He stopped and met her eyes evenly. He stayed silent, awaiting the question. The acknowledgement of answering honestly went without saying.
She drew in a breath, then let it out slowly. That moment was used to draw in some pieces of herself that felt like they were slipping away from her control. "Did you talk to Captain Singh -- about me?"
At first, he looked a little confused-- and then his eyes got big. "Oh, no, what did I say?"
"I believe that is my question, Mister McDowell. What did you tell him?"
He tilted his head to the side, thinking about it. Willing it to come back to his memory... "He asked about you. What I knew about you. He said you were the only one he didn't understand... He said you were hiding... He wanted to know why. I said I knew why, but it wasn't my story to tell... I told him that you were terrified of being found... He asked what was after you, I said--" He stopped, frowning as he sorted through it again "He asked if what was after you was... Awake. I said, awake? Yes. Mortal? I have no idea... He then asked me if Aurelia knew all of this and I said yes."

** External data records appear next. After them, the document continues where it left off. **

static void draw_loads(cairo_t *cr, const void *vctx)
{
    const loads_ctx *c = vctx;
    size_t m = surety_model_resources(c->model);
    rgb(cr, INK);
    cairo_set_font_size(cr, 14);
    char head[160];
    snprintf(head, sizeof head,
             "Load per resource over %zu fresh scenarios (red line: capacity)", c->M);
    text_at(cr, 12, 10, head, 0, 0);
    for (size_t i = 0; i < m; i++)
        draw_panel(cr, c, i, (double)(i % PANEL_COLS) * PANEL_W,
                   30 + (double)(i / PANEL_COLS) * PANEL_H);
}

surety_code surety_chart_loads(const surety_model *model, const surety_plan *plan,
                               const surety_check_options *opt, surety_chart_format fmt,
                               const char *path, surety_error *err)
{
    if (!model || !plan || !path) {
        surety_error_set(err, NULL, 0, 0, NULL, "surety_chart_loads: model, plan and path needed");
        return SURETY_EUSAGE;
    }
    surety_check_options defaults;
    if (!opt) {
        surety_check_options_init(&defaults);
        opt = &defaults;
    }
    size_t n = surety_model_jobs(model), m = surety_model_resources(model);
    surety_scenarios *sc = NULL;
    surety_code code = surety_sample(model, opt->stream, opt->first, opt->samples, &sc, err);
    if (code)
        return code;
    size_t M = sc->N;
    double *load = surety_xcalloc(m * M > 0 ? m * M : 1, sizeof *load);
    if (!load) {
        surety_scenarios_free(sc);
        surety_error_set(err, NULL, 0, 0, NULL, "out of memory");
        return SURETY_EINTERNAL;
    }
    /* the project's one capacity test sums base hours in ascending job
     * order and multiplies by the factor (plan.h); the chart plots that
     * product, so its overload share matches surety_check's count */
    for (size_t l = 0; l < M; l++) {
        const double *w = sc->hours + l * n;
        for (size_t j = 0; j < n; j++) {
            long i = surety_plan_get(plan, j);
            if (i >= 0 && (size_t)i < m)
                load[(size_t)i * M + l] += w[j];
        }
    }
    for (size_t i = 0; i < m; i++) {
        double f = surety_model_hours_factor(model, i);
        for (size_t l = 0; l < M; l++)
            load[i * M + l] *= f;
    }
    surety_scenarios_free(sc);
    loads_ctx c = {model, M, load};
    size_t rows = (m + PANEL_COLS - 1) / PANEL_COLS;
    double width = (double)(m < PANEL_COLS ? m : PANEL_COLS) * PANEL_W;
    if (width < 480)
        width = 480;
    code = render(fmt, path, width, 30 + (double)(rows ? rows : 1) * PANEL_H, draw_loads, &c, err);
    surety_xfree(load);
    return code;
}

#else /* no cairo */

int surety_chart_available(void)
{
    return 0;
}

surety_code surety_chart_frontier(const surety_frontier_report *f, double target,
                                  surety_chart_format fmt, const char *path, surety_error *err)
{
    (void)f;
    (void)target;
    (void)fmt;
    surety_error_set(err, path, 0, 0, NULL, "this build of surety has no charts (cairo missing)");
    return SURETY_EUSAGE;
}

surety_code surety_chart_loads(const surety_model *model, const surety_plan *plan,
                               const surety_check_options *opt, surety_chart_format fmt,
                               const char *path, surety_error *err)
{
    (void)model;
    (void)plan;
    (void)opt;
    (void)fmt;
    surety_error_set(err, path, 0, 0, NULL, "this build of surety has no charts (cairo missing)");
    return SURETY_EUSAGE;
}

#endif
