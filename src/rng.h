/* rng.h - reproducible per-scenario random streams: xoshiro256** seeded by
 * SplitMix64 from a hash of (seed, stream, scenario).
 * SPDX-License-Identifier: MIT */
#ifndef SURETY_RNG_H
#define SURETY_RNG_H

#include <stdint.h>

/* xoshiro256** 1.0 (Blackman & Vigna, "Scrambled linear pseudorandom
 * number generators", ACM TOMS 47(4), 2021). State must not be all zero;
 * seeding through SplitMix64 guarantees that. One generator per scenario:
 * a scenario draws at most a few hundred numbers, far below the period
 * 2^256 - 1, and distinct scenarios start from hash-separated states. */
typedef struct surety_rng {
    uint64_t s[4];
} surety_rng;

/* The generator of scenario l of stream `stream` under master seed `seed`:
 * the four state words are successive SplitMix64 outputs (Steele, Lea &
 * Flood 2014) started from surety_hash_stream(seed, stream, l). Returned
 * by value so that callers keep it in registers. */
surety_rng surety_rng_at(uint64_t seed, uint64_t stream, uint64_t l);

/* SplitMix64 (Steele, Lea & Flood 2014, "Fast splittable pseudorandom
 * number generators"; cited from memory), the seeding Vigna recommends for
 * xoshiro: it never yields four zero words from any start. The solver's
 * heuristics also draw their fixed, seeded sequences from it. */
static inline uint64_t surety_rng_splitmix64(uint64_t *x)
{
    uint64_t z = (*x += 0x9e3779b97f4a7c15ULL);
    z = (z ^ (z >> 30)) * 0xbf58476d1ce4e5b9ULL;
    z = (z ^ (z >> 27)) * 0x94d049bb133111ebULL;
    return z ^ (z >> 31);
}

/* The generator started from a single 64-bit value (the SplitMix64
 * start). Inline: the sampler seeds one generator per scenario, and the
 * seeding of neighbouring scenarios then overlaps. */
static inline surety_rng surety_rng_from(uint64_t x)
{
    surety_rng r;
    for (int w = 0; w < 4; w++)
        r.s[w] = surety_rng_splitmix64(&x);
    return r;
}

static inline uint64_t surety_rng_rotl(uint64_t x, int k)
{
    return (x << k) | (x >> (64 - k));
}

/* Next 64 random bits. */
static inline uint64_t surety_rng_next(surety_rng *r)
{
    uint64_t *s = r->s;
    uint64_t out = surety_rng_rotl(s[1] * 5, 7) * 9;
    uint64_t t = s[1] << 17;
    s[2] ^= s[0];
    s[3] ^= s[1];
    s[1] ^= s[2];
    s[0] ^= s[3];
    s[2] ^= t;
    s[3] = surety_rng_rotl(s[3], 45);
    return out;
}

/* Uniform in the open interval (0,1): the top 52 bits k give (k + 1/2) /
 * 2^52, exactly representable, symmetric about 1/2, never 0 or 1, so every
 * inverse CDF stays finite. (With 53 bits, k + 1/2 would need 54 and round:
 * the largest k would give exactly 1.) */
static inline double surety_rng_uniform(surety_rng *r)
{
    return ((double)(surety_rng_next(r) >> 12) + 0.5) * 0x1.0p-52;
}

/* Ziggurat tables, 256 layers: x[i] layer edges (x[0] = v/f(r), x[1] = r,
 * x[256] = 0), f[i] = exp(-x[i]^2/2), k[i] = x[i+1]/x[i]. */
extern const double surety_rng_zig_x[257];
extern const double surety_rng_zig_f[257];
extern const double surety_rng_zig_k[256];

/* The rare branches of the ziggurat (wedges, the tail, retries) for layer
 * i and abscissa u in (-1,1) of a failed first try; further numbers come
 * from `aux`. */
double surety_rng_normal_slow(surety_rng *aux, unsigned i, double u);

/* The ziggurat's first try from one 64-bit output: the layer index from
 * the low 8 bits, the abscissa u in (-1,1) from the top 52 bits (disjoint
 * bits, which avoids the dependence Doornik (2005, "An improved ziggurat
 * method to generate normal random samples") found in the 32-bit
 * original). Returns 1 with *z set when the point falls inside the layer's
 * rectangle, as about 99% do. */
static inline int surety_rng_zig_try(uint64_t bits, double *z, unsigned *i,
                                     double *u)
{
    *i = (unsigned)(bits & 0xff);
    *u = ((double)(bits >> 12) + 0.5) * 0x1.0p-51 - 1.0;
    double a = *u < 0 ? -*u : *u;
    if (a < surety_rng_zig_k[*i]) {
        *z = *u * surety_rng_zig_x[*i];
        return 1;
    }
    return 0;
}

/* Standard normal by the ziggurat method (Marsaglia & Tsang, "The ziggurat
 * method for generating random variables", J. Stat. Softw. 5(8), 2000),
 * exact up to rounding. Uses a varying number of outputs of r. */
static inline double surety_rng_normal(surety_rng *r)
{
    double z, u;
    unsigned i;
    if (surety_rng_zig_try(surety_rng_next(r), &z, &i, &u))
        return z;
    /* Only a copy's address escapes, so the caller's generator can live in
     * registers (a spilled state costs store-forwarding stalls). */
    surety_rng t = *r;
    z = surety_rng_normal_slow(&t, i, u);
    *r = t;
    return z;
}

/* The same law taking exactly one output of r: the numbers a wedge or the
 * tail needs (about 1% of draws) come from an auxiliary generator started
 * from `key`. A scenario then uses one output per job whatever the jobs'
 * kinds, so one job's numbers never depend on another's law. */
static inline double surety_rng_normal_keyed(surety_rng *r, uint64_t key)
{
    double z, u;
    unsigned i;
    if (surety_rng_zig_try(surety_rng_next(r), &z, &i, &u))
        return z;
    surety_rng aux = surety_rng_from(key);
    return surety_rng_normal_slow(&aux, i, u);
}

#endif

Liessel waited that out, listening as Ethan ran through what had been said. Her mixed feelings about it all were still no clearer, but at least now she knew, "Thank you for maintaining your discretion, Ethan. It was not nearly as bad as I thought it might have been."
"That man is a smooth talker," he murmured. "And for whatever reason, i was happy to talk... And looking back, I worry about the fact that I spoke at all."
"He has that way about him," Liessel said, casting a glance around at their surroundings once more, and the people around them, before returning to his side with her arm looping through his. This time, she didn't wait for the offer, "But, at least all you did was talk to him."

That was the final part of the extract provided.